Say I use instruction

inc dword ptr [eax][mystruct._a]

I'd like this to be translated into

inc dword ptr [eax-4]
Title: Re: Negative offset in structure
Post by: RuiLoureiro on June 24, 2014, 06:24:08 AM
No.
          mystruct._a= 0       mystruct._b= 4       mystruct._c= 8
Title: Re: Negative offset in structure
Post by: jj2007 on June 24, 2014, 06:43:28 AM
Not possible with a STRUCT, but no problem for a macro, e.g.
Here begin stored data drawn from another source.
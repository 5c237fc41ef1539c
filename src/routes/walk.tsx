import type { QueryClient } from '@tanstack/react-query'
import { useQuery } from '@tanstack/react-query'
import type { LoaderFunction } from 'react-router-dom'
import { useParams } from 'react-router-dom'

import type { WalkId } from '#shared/lib/ids.ts'
import { walkIdSchema } from '#shared/lib/ids.ts'
import { useSession } from '#src/api/session.ts'
import { walkQueries } from '#src/api/walks.ts'
import { AppShell } from '#src/components/layout/app-shell.tsx'
import { Notice } from '#src/components/ui/notice.tsx'
import { Placeholder } from '#src/components/ui/placeholder.tsx'
import { TextLink } from '#src/components/ui/text-link.tsx'
import { WalkPlayer } from '#src/features/walk-player/walk-player.tsx'
import { paths } from '#src/lib/paths.ts'
import { toWords } from '#src/lib/problem-words.ts'
import { NotFound } from '#src/routes/not-found.tsx'

export function createLoader(client: QueryClient): LoaderFunction {
  return ({ params }) => {
    const walkId = walkIdSchema.safeParse(params['walkId'])
    if (walkId.success) void client.prefetchQuery(walkQueries.detail(walkId.data))
    return null
  }
}

export function Component() {
  const walkId = walkIdSchema.safeParse(useParams()['walkId'])
  return walkId.success ? <Walk walkId={walkId.data} /> : <NotFound />
}

function Walk({ walkId }: { readonly walkId: WalkId }) {
  const session = useSession().data
  const { data, error, refetch } = useQuery(walkQueries.detail(walkId))
  const person = session?.person ?? null
  if (session === undefined || person === null) return null
  if (data !== undefined) return <WalkPlayer key={`${person.id} ${walkId}`} detail={data} person={person} format={session.shop.numberFormat} />
  return (
    <AppShell surface="Walk" mode="bench">
      {error === null ? (
        <Placeholder words="Reading the walk" />
      ) : (
        <Notice state="bad" title="This walk could not be read" role="alert" className="mt-6">
          <p>{toWords(error)}</p>
          <p className="mt-3 flex flex-wrap gap-x-6">
            <button type="button" onClick={() => void refetch()} className="min-h-14 text-cord underline underline-offset-4">
              Try again
            </button>
            <TextLink to={paths.bench()} className="flex min-h-14 items-center">
              To the bench
            </TextLink>
          </p>
        </Notice>
      )}
    </AppShell>
  )
}
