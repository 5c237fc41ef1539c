import type { QueryClient } from '@tanstack/react-query'
import { useQuery } from '@tanstack/react-query'
import { useState } from 'react'
import type { LoaderFunction } from 'react-router-dom'
import { useParams } from 'react-router-dom'

import { peopleQueries } from '#src/api/people.ts'
import { QuietPage } from '#src/components/layout/quiet-page.tsx'
import { ButtonLink } from '#src/components/ui/button.tsx'
import { Notice } from '#src/components/ui/notice.tsx'
import { Placeholder } from '#src/components/ui/placeholder.tsx'
import { TextLink } from '#src/components/ui/text-link.tsx'
import { AcceptLinkForm } from '#src/features/account/accept-link-form.tsx'
import { formatMoment } from '#src/lib/format.ts'
import { paths } from '#src/lib/paths.ts'
import { toWords } from '#src/lib/problem-words.ts'

export function createLoader(client: QueryClient): LoaderFunction {
  return ({ params }) => {
    void client.prefetchQuery(peopleQueries.link(params['token'] ?? ''))
    return null
  }
}

/** Where a one-time link leads: the person sets a password, once, and then signs in with it. */
export function Component() {
  const { token = '' } = useParams()
  const link = useQuery(peopleQueries.link(token))
  const [isDone, setDone] = useState(false)

  if (isDone) {
    return (
      <QuietPage over="Pullcord" title="The password is set" knot="cause">
        <p>The link is used up. Sign in with your e-mail and the new password.</p>
        <p className="mt-6">
          <ButtonLink look="primary" size="large" to={paths.signIn()}>
            Sign in
          </ButtonLink>
        </p>
      </QuietPage>
    )
  }
  if (link.isPending) {
    return (
      <QuietPage over="Pullcord" title="Set a password">
        <Placeholder words="Looking at the link" />
      </QuietPage>
    )
  }
  if (link.isError) {
    return (
      <QuietPage over="Pullcord" title="This link does not work" knot="hold">
        <Notice state="bad" title="No password can be set with it">
          {toWords(link.error)}
        </Notice>
        <p className="mt-6">
          <TextLink to={paths.signIn()}>To the sign-in page</TextLink>
        </p>
      </QuietPage>
    )
  }
  const { purpose, name, email, expiresAt } = link.data
  return (
    <QuietPage over={purpose === 'invite' ? `Welcome, ${name}` : name} title={purpose === 'invite' ? 'Set your password' : 'Set a new password'}>
      <p className="mb-6">
        You will sign in as <strong className="font-semibold">{email}</strong>. The link works once, until {formatMoment(expiresAt)}.
      </p>
      <AcceptLinkForm token={token} email={email} onDone={() => setDone(true)} />
    </QuietPage>
  )
}
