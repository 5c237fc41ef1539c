import { isRouteErrorResponse, useRouteError } from 'react-router-dom'

import { QuietPage } from '#src/components/layout/quiet-page.tsx'
import { Button } from '#src/components/ui/button.tsx'
import { TextLink } from '#src/components/ui/text-link.tsx'
import { ProblemError } from '#src/lib/api-client.ts'
import { paths } from '#src/lib/paths.ts'

import { NotFound } from './not-found.tsx'

/** The last resort for a page that could not be drawn: what happened, what is safe, what to do. */
export function RootError() {
  const error = useRouteError()
  if (isRouteErrorResponse(error) && error.status === 404) return <NotFound />
  if (error instanceof ProblemError && error.status === 404) return <NotFound />
  if (isLostModule(error)) return <LostModule />
  const isSilence = error instanceof ProblemError && error.status === 0
  return (
    <QuietPage over="Pullcord" title={isSilence ? 'The server does not answer' : 'This page could not be shown'} knot="escalate">
      <p role="alert" className="max-w-words">
        {error instanceof ProblemError && !isSilence ? error.message : 'What was recorded before is safe on the server.'}{' '}
        {isSilence
          ? 'See whether it runs and whether this device is in its network, then try again.'
          : 'Load the page again; if it stays like this, tell whoever runs the server.'}
      </p>
      <WaysOn />
    </QuietPage>
  )
}

/** A page comes as a file of its own; the browsers tell a file that did not come in words only. */
function isLostModule(error: unknown): boolean {
  return error instanceof TypeError && /module|dynamically imported/i.test(error.message)
}

function LostModule() {
  return (
    <QuietPage over="Pullcord" title="This page could not be fetched" knot="escalate">
      <p role="alert" className="max-w-words">
        The server does not answer, or it was renewed while this page stood open. What was recorded before is safe on the server. See whether it runs and
        whether this device is in its network, then load the page again.
      </p>
      <WaysOn />
    </QuietPage>
  )
}

function WaysOn() {
  return (
    <p className="mt-6 flex flex-wrap items-center gap-4">
      <Button look="primary" onClick={() => window.location.reload()}>
        Load the page again
      </Button>
      <TextLink to={paths.bench()} reloadDocument>
        To the bench
      </TextLink>
    </p>
  )
}
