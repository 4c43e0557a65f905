"""Size and speed of a catalogue with as many pages as no test could read.

    python -m tests.catalogue_benchmark [--rows 1000000]

Rows are made, one reading for each page. What ten million would take is ten times that, and is to
be called so.
"""

import argparse
import resource
import tempfile
import time
from pathlib import Path

import numpy as np

from digitize.archive.catalogue import PageRow, opened
from digitize.archive.store import CATALOGUE, stem_of
from measure.catalogue import FINDINGS, INTERVALS, Measured, keep, open_tables
from measure.find import Question, find, understand
from measure.tables import write_parquet

OPTIONS = "0" * 16
QUESTIONS = (
    "qrs_ms >= 150 and lbbb_strict = 'met'",
    "status = 'look'",
    "qtc_bazett_ms is missing",
)
MIB = 2**20


def main() -> None:
    """Fill a catalogue, ask it, write it out."""
    parser = argparse.ArgumentParser(description=__doc__)
    parser.add_argument("--rows", type=int, default=1_000_000)
    with tempfile.TemporaryDirectory() as folder:
        measure_catalogue(Path(folder), parser.parse_args().rows)


def measure_catalogue(store: Path, rows: int) -> None:
    """Size and speed of a catalogue of so many pages, each with its reading."""
    rng = np.random.default_rng(1)
    with opened(store / CATALOGUE) as catalogue:
        open_tables(catalogue.db)
        catalogue.db.execute("BEGIN")
        for number in range(rows):
            sha256 = f"{int(rng.integers(2**63)):032x}{number:032x}"
            catalogue.add_source(f"/scans/ward/{number:010}.tif".encode(), 1, 1, sha256)
            catalogue.finish(sha256, OPTIONS)
            catalogue.add_page(sha256, OPTIONS, _page(sha256, rng))
            keep(catalogue.db, (sha256, OPTIONS, 1), _reading(rng))
        catalogue.db.execute("COMMIT")
    size = (store / CATALOGUE).stat().st_size
    print(f"{rows} rows: {size / MIB:.0f} MB, {size / rows:.0f} bytes a page")
    for text in QUESTIONS:
        began = time.process_time()
        with find(store, understand(text), sort="-qrs_ms") as (_, found):
            count = sum(1 for _ in found)
        print(f"{time.process_time() - began:7.2f} s  {count:8} pages  {text}")
    began = time.process_time()
    everything = find(store, Question(), columns=("all",))
    with everything as (names, found), (store / "all.parquet").open("wb") as file:
        write_parquet(file, names, found)
    print(
        f"{time.process_time() - began:7.2f} s  the whole as Parquet, "
        f"{(store / 'all.parquet').stat().st_size / MIB:.0f} MB, peak memory "
        f"{resource.getrusage(resource.RUSAGE_SELF).ru_maxrss / 1024:.0f} MB"
    )


def _page(sha256: str, rng: np.random.Generator) -> PageRow:
    look = rng.random() < 0.2
    return PageRow(
        1,
        "look" if look else "good",
        "lead relations disagree in V2: look at the overlay" if look else "",
        stem_of(sha256, OPTIONS, 1),
        12,
        "3x4+1",
        *(25.0, "printed", 10.0, "found", "consecutive", 0.98, int(look), 3300, 2500, 8.1, 690.0),
        version="0.1.0",
    )


def _reading(rng: np.random.Generator) -> Measured:
    numbers = {
        name: (float(v), 3.0)
        for name, v in zip(INTERVALS, rng.normal(120, 30, len(INTERVALS)), strict=True)
    }
    if rng.random() < 0.1:
        del numbers["qtc_bazett_ms"]
    words = rng.choice(["met", "not met", "undecided"], len(FINDINGS), p=[0.1, 0.8, 0.1])
    return Measured("", b"", numbers, dict(zip(FINDINGS, words.tolist(), strict=True)))


if __name__ == "__main__":
    main()
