"""What all tests share: examples that are drawn anew are the same in every run."""

from hypothesis import settings

# No deadline: the first call of a compiled function takes seconds.
settings.register_profile("same every time", derandomize=True, deadline=None, max_examples=40)
settings.load_profile("same every time")
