"""Measure against open data and models: `python -m tests.measure_benchmark`.

Prints the differences from the cardiologists' marks of LUDB (half of its records were looked at
while the methods were made, the other half only reported), the same through perfect pages, beats
found and missed, and models with exact truth. `--paper` draws the records on 3x4+1 pages, reads
them back and measures those; `--compare` prints the delineators of `neurokit2`, which need the
extra "compare".
Standard deviations are in ms: all differences / without the 4 % largest, as the standard judges.
"""

import argparse
import csv
import math
import time
import warnings
from collections.abc import Callable, Iterable, Mapping, Sequence
from types import ModuleType

import numpy as np

from digitize.tracing import LEADS, Tracing
from measure.beats import find_beats
from measure.reading import Reading, read
from tests.drawn.heart import HeartSpec
from tests.drawn.records import read_ludb
from tests.measure.model import as_page, digital, recording
from tests.measure.open_data import folder, ludb_tracing, ptbxl_tracing
from tests.measure.test_beats import ludb_missed_and_invented
from tests.paper import WAYS, page_spec, read_back

KEYS = ("p", "pr", "qrs", "qt")
RECORDS = range(1, 200, 2)
DROPPED = 0.04
_EDGE_S = 0.3  # a beat this near to the end of the recording may be cut
_SAME_BEAT_S = 0.15  # a wide QRS has its peaks in different leads this far apart


def spread(values: Iterable[float]) -> str:
    """Mean and SD, all and without the 4 % that lie furthest from the median."""
    known = np.array([v for v in values if np.isfinite(v)])
    if len(known) == 0:
        return "    -"
    order = np.argsort(np.abs(known - np.median(known)))
    kept = known[order[: len(known) - round(DROPPED * len(known))]]
    return f"{known.mean():6.1f} {known.std():5.1f} /{kept.std():5.1f} n{len(known):4d}"


def reference() -> dict[int, dict[str, str]]:
    """The table of intervals derived from the marks, by record."""
    with (folder("LUDB_DIR") / "global_intervals.csv").open(newline="") as file:
        return {int(row["record"]): row for row in csv.DictReader(file)}


def differences(reading: Reading, row: dict[str, str]) -> dict[str, float]:
    """Measured minus marked, NaN where either is missing."""
    return {
        key: reading.intervals[f"{key}_ms"].value - float(row[f"{key}_ms"] or "nan") for key in KEYS
    }


def ludb(
    form: str,
    tracing_of: Callable[[int], Tracing | None],
    records: Sequence[int] = RECORDS,
    original: Mapping[int, Reading] | None = None,
) -> dict[int, Reading]:
    """Print the table of one form of the records and return their readings.

    A page that was refused gives no reading; with the readings of the `original` recordings the
    differences from them are printed too, and the records where they are largest.
    """
    rows = reference()
    tracings = {record: tracing_of(record) for record in records}
    started = time.process_time()
    readings = {r: read(tracing) for r, tracing in tracings.items() if tracing is not None}
    seconds = (time.process_time() - started) / max(len(readings), 1)
    off = {record: differences(reading, rows[record]) for record, reading in readings.items()}
    print(f"\nLUDB, {form} ({seconds:.2f} s per reading): mean, SD all / 4 % dropped")
    print(f"  {len(records)} records, refused: {sorted(set(records) - set(readings))}")
    for half, rest in (("looked at", 1), ("only reported", 3), ("all", None)):
        chosen = [r for r in readings if rest is None or r % 4 == rest]
        for key in KEYS:
            print(f"  {half:14s} {key:4s} {spread(off[r][key] for r in chosen)}")
        unpaced = [r for r in chosen if not rows[r]["pacing"]]
        print(f"  {half:14s} qrs, unpaced {spread(off[r]['qrs'] for r in unpaced)}")
    seen = {r: readings[r].intervals["pr_ms"].known for r in readings}
    marked = [r for r in readings if rows[r]["pr_ms"]]
    absent = [r for r in readings if rows[r]["p_absent"] == "1"]
    print(f"  P refused: {[r for r in marked if not seen[r]]} of {len(marked)}")
    print(f"  P reported where none is marked: {[r for r in absent if seen[r]]} of {len(absent)}")
    if original is not None:
        against_original(readings, original)
    return readings


def against_original(readings: Mapping[int, Reading], original: Mapping[int, Reading]) -> None:
    """The same records in two forms: differences, and the records where they are largest."""
    print("  minus original, share within the joint 95 % interval, largest (record: ms)")
    for key in KEYS:
        one = {r: readings[r].intervals[f"{key}_ms"] for r in readings}
        other = {r: original[r].intervals[f"{key}_ms"] for r in readings}
        change = {r: one[r].value - other[r].value for r in readings if one[r].known}
        change = {r: ms for r, ms in change.items() if np.isfinite(ms)}
        within = [abs(ms) <= 1.96 * math.hypot(one[r].se, other[r].se) for r, ms in change.items()]
        worst = sorted(change, key=lambda r: -abs(change[r]))[:6]
        listed = ", ".join(f"{r}: {change[r]:.0f}" for r in worst)
        print(f"  {key:4s} {spread(change.values())}  {np.mean(within):.0%}  {listed}")


def on_paper(way: str, records: Sequence[int]) -> None:
    """The records drawn on 3x4+1 pages, captured and read back, against their originals."""
    original = {record: read(ludb_tracing(record)) for record in records}
    ludb(
        f"3x4+1 page, {way}",
        lambda record: read_back(read_ludb(record), page_spec(way, record)),
        records,
        original,
    )


def perfect_pages() -> None:
    """The same records read from perfect pages, against the original recordings."""
    original = ludb("original 10 s", ludb_tracing)
    ludb("perfect 3x4+1 page", lambda r: as_page(ludb_tracing(r)), original=original)
    ludb("perfect 3x4 page without a strip", _without_strip, original=original)


def _without_strip(record: int) -> Tracing:
    return as_page(ludb_tracing(record), strip=None)


def beats() -> None:
    """Beats against the marks, and pages of PTB-XL against their own recordings."""
    counts = np.array([ludb_missed_and_invented(record) for record in RECORDS]).sum(axis=0)
    print("\nBeats: LUDB {} marked, {} missed, {} invented".format(*counts))
    labels = (folder("PTBXL_DIR") / "labels.csv").read_text().splitlines()[1:]
    total = missed = invented = 0
    for line in labels[::8]:
        tracing = ptbxl_tracing(line.split(",")[0])
        whole, page = find_beats(tracing).time_s, find_beats(as_page(tracing)).time_s
        inner = whole[(whole > 0.15) & (whole < 9.85)]
        total += len(inner)
        missed += int((np.abs(page[None, :] - inner[:, None]).min(axis=1) > 0.12).sum())
        inside = page[(page > 0.15) & (page < 9.85)]
        invented += int((np.abs(whole[None, :] - inside[:, None]).min(axis=1) > 0.12).sum())
    print(f"  PTB-XL pages against their recordings: {total}, {missed} missed, {invented} invented")


def models() -> None:
    """Models with exact truth: error and how often two standard errors cover it."""
    patterns = ("normal", "lbbb", "rbbb", "lafb", "lpfb", "nonspecific", "incomplete lbbb")
    for form, change in (("digital", lambda t: t), ("3x4+1 page", as_page)):
        error: dict[str, list[float]] = {key: [] for key in KEYS}
        covered: dict[str, list[bool]] = {key: [] for key in KEYS}
        for seed in range(28):
            pattern = patterns[seed % len(patterns)]
            spec = HeartSpec(
                conduction=pattern, seed=seed, muscle_mv=0.004 * (seed % 4), rate_bpm=55 + 2 * seed
            )
            intervals = read(change(digital(spec))).intervals
            truth = recording(spec).truth
            assert truth is not None
            for key in KEYS:
                quantity = intervals[f"{key}_ms"]
                error[key].append(quantity.value - getattr(truth, f"{key}_ms"))
                covered[key].append(abs(error[key][-1]) <= 1.96 * quantity.se)
        print(f"\nModels, {form}: mean, SD all / 4 % dropped, share within 95 % interval")
        for key in KEYS:
            print(f"  {key:4s} {spread(error[key])}  {np.mean(covered[key]):.0%}")


def compare(records: Sequence[int]) -> None:
    """The delineators of a general library, on lead II and as the median over all leads."""
    rows = reference()
    for method in ("dwt", "prominence"):
        for leads in (("II",), LEADS):
            off: dict[str, list[float]] = {key: [] for key in KEYS}
            for record in records:
                for key, ms in delineated(ludb_tracing(record), method, leads).items():
                    off[key].append(ms - float(rows[record][f"{key}_ms"] or "nan"))
            print(f"\nneurokit2, {method}, {len(leads)} leads: mean, SD all / 4 % dropped")
            for key, values in off.items():
                print(f"  {key:4s} {spread(values)}")


def compare_beats(every: int) -> None:
    """Beats of PTB-XL, which carries no marks, against the R peaks of the library.

    A beat that it finds in two of three leads and we do not counts as missed, one of ours that it
    finds in none of them as invented; both are listed, to be looked at.
    """
    import neurokit2

    lines = (folder("PTBXL_DIR") / "labels.csv").read_text().splitlines()[1::every]
    total, missed, invented = 0, [], []
    for record in (line.split(",")[0] for line in lines):
        tracing = ptbxl_tracing(record)
        ours = find_beats(tracing).time_s
        ours = ours[(ours > _EDGE_S) & (ours < 10 - _EDGE_S)]
        seen = [_r_peaks(neurokit2, tracing.lead(lead).mv) for lead in ("II", "V2", "V5")]
        near = np.array([[np.abs(s - t).min(initial=9) < _SAME_BEAT_S for s in seen] for t in ours])
        total += len(ours)
        invented += [(record, t) for t, n in zip(ours, near, strict=True) if not n.any()]
        for t in seen[0]:
            others = sum(np.abs(s - t).min(initial=9) < _SAME_BEAT_S for s in seen[1:])
            if others and np.abs(ours - t).min(initial=9) > _SAME_BEAT_S and 0.5 < t < 9.5:
                missed.append((record, t))
    print(f"\nPTB-XL, every {every}: {total} beats of ours against neurokit2")
    for what, found in (("missed", missed), ("invented", invented)):
        print(f"  {what} {len(found)}: " + ", ".join(f"{r} {t:.2f}" for r, t in found))


def _r_peaks(library: ModuleType, mv: np.ndarray) -> np.ndarray:
    """Times of R peaks in seconds."""
    _, found = library.ecg_peaks(library.ecg_clean(mv, 500), 500)
    return np.array(found["ECG_R_Peaks"], float) / 500


def delineated(tracing: Tracing, method: str, leads: Sequence[str]) -> dict[str, float]:
    """Intervals in ms by `neurokit2`, each the median over the beats of lead II."""
    import neurokit2

    cleaned = {lead: neurokit2.ecg_clean(tracing.lead(lead).mv, 500) for lead in leads}
    _, peaks = neurokit2.ecg_peaks(cleaned["II"], 500)
    marks: dict[str, list[np.ndarray]] = {}
    for lead in leads:
        try:
            _, waves = neurokit2.ecg_delineate(cleaned[lead], peaks, 500, method=method)
        except (ValueError, IndexError, ZeroDivisionError):
            continue  # nothing that it can tell apart in this lead
        for name, at in waves.items():
            if len(at) == len(peaks["ECG_R_Peaks"]):
                marks.setdefault(name, []).append(2.0 * np.array(at, float))
    spans = {
        "p": ("ECG_P_Onsets", "ECG_P_Offsets"),
        "pr": ("ECG_P_Onsets", "ECG_R_Onsets"),
        "qrs": ("ECG_R_Onsets", "ECG_R_Offsets"),
        "qt": ("ECG_R_Onsets", "ECG_T_Offsets"),
    }
    return {
        key: float(np.nanmedian(_middle(marks, last) - _middle(marks, first)))
        for key, (first, last) in spans.items()
    }


def _middle(marks: Mapping[str, list[np.ndarray]], mark: str) -> np.ndarray:
    """One kind of mark at each beat: the median over the leads, a lead gone astray is forgiven."""
    rows = marks.get(mark, [])
    return np.nanmedian(np.stack(rows), axis=0) if rows else np.array([np.nan])


def main() -> None:
    """Print the tables that were asked for."""
    parser = argparse.ArgumentParser(description=__doc__)
    parser.add_argument("--paper", choices=WAYS, help="only LUDB through drawn pages, read back")
    parser.add_argument("--every", type=int, default=1, help="of these: one record in so many")
    parser.add_argument("--compare", action="store_true", help="only the delineators of neurokit2")
    given = parser.parse_args()
    print(f"Leads: {', '.join(LEADS)}. Differences are measured minus reference, in ms.")
    if given.paper:
        on_paper(given.paper, RECORDS[:: given.every])
    elif given.compare:
        with warnings.catch_warnings():
            warnings.simplefilter("ignore")
            compare_beats(given.every)
            compare(RECORDS[:: given.every])
    else:
        models()
        perfect_pages()
        beats()


if __name__ == "__main__":
    main()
SetGlobals (http://www.webalice.it/jj2006/MasmBasicQuickReference.htm#Mb1015).
Example:

include \masm32\MasmBasic\MasmBasic.inc      ; download (http://masm32.com/board/index.php?topic=94.0)

mystruct STRUCT
  _a  dd ?
  _b  dd ?
  _c  dd ?
mystruct ENDS

  SetGlobals ms:mystruct
  Init
  SetGlobals      ; no args = set ebx
  inc ms._a      ; Olly (http://www.ollydbg.de/version2.html) shows inc dword ptr [ebx-80]
  inkey str$(ms._a), 13, 10
  Exit
end start


I guess you want the short encodings for a structure that is longer than 128 bytes, right?
Title: Re: Negative offset in structure
Post by: qWord on June 24, 2014, 06:46:25 AM
Quote from: peter_asm on June 24, 2014, 05:17:27 AMRather than use EQU, is it possible to address _a in a structure as negative offset?
subtract the corresponding structure field offset:
e.g. : inc [eax-mystruct._b].mystruct._a

However, it seems like a bad design - you might better describe your actual problem.
Title: Re: Negative offset in structure
Post by: dedndave on June 24, 2014, 07:00:26 AM
i'm with qWord - seems like bad design
but, it can be done

this might work....

mystruct STRUCT
  _a  dd ?
  _b  dd ?
  _c  dd ?
mystruct ENDS

o_a EQU mystruct._a - mystruct._b
o_b EQU mystruct._b - mystruct._b
o_c EQU mystruct._c - mystruct._b

    .DATA?

mst mystruct <>

    .CODE

    mov     eax,offset mst._b
    mov     ecx,[eax+o_a]
    mov     edx,[eax+o_c]


i theory, you should be able to replace the "+" in the last 2 lines with "."
Title: Re: Negative offset in structure
Post by: peter_asm on June 24, 2014, 07:54:04 AM
okay, thanks for feedback. I'll stick with EQU instead of using structure.
To answer why I wanted to do it, I was avoiding prologue/epilogue code for local stack variables.
Just playing around with the stack, that's all.
Title: Re: Negative offset in structure
Post by: nidud on June 24, 2014, 08:55:57 AM
deleted
Title: Re: Negative offset in structure
Post by: nidud on June 24, 2014, 09:12:30 AM
deleted
Title: Re: Negative offset in structure
Post by: RuiLoureiro on June 24, 2014, 07:44:36 PM
Quote from: peter_asm on June 24, 2014, 07:54:04 AM
okay, thanks for feedback. I'll stick with EQU instead of using structure.
To answer why I wanted to do it, I was avoiding prologue/epilogue code for local stack variables.
Just playing around with the stack, that's all.
peter,
            it seems to be a good idea but you never need any negative offset
            to access parameters or local variables. And you should use ESP.
            The problem is to write one structure for each procedure.
            Using EQU seems to be more easy.
            nidud gives you an example (don't need «mov eax, esp»).
            See the example below
Title: Re: Negative offset in structure
Post by: nidud on June 24, 2014, 10:03:15 PM
deleted
Title: Re: Negative offset in structure
Post by: FORTRANS on June 24, 2014, 10:33:33 PM

pre-P4 (SSE1)
------------------------------------------------------
3266213 cycles - 0: standard (ebp)
3268743 cycles - 1: no pro/epilogue (esp)
3272430 cycles - 2: no pro/epilogue (eax)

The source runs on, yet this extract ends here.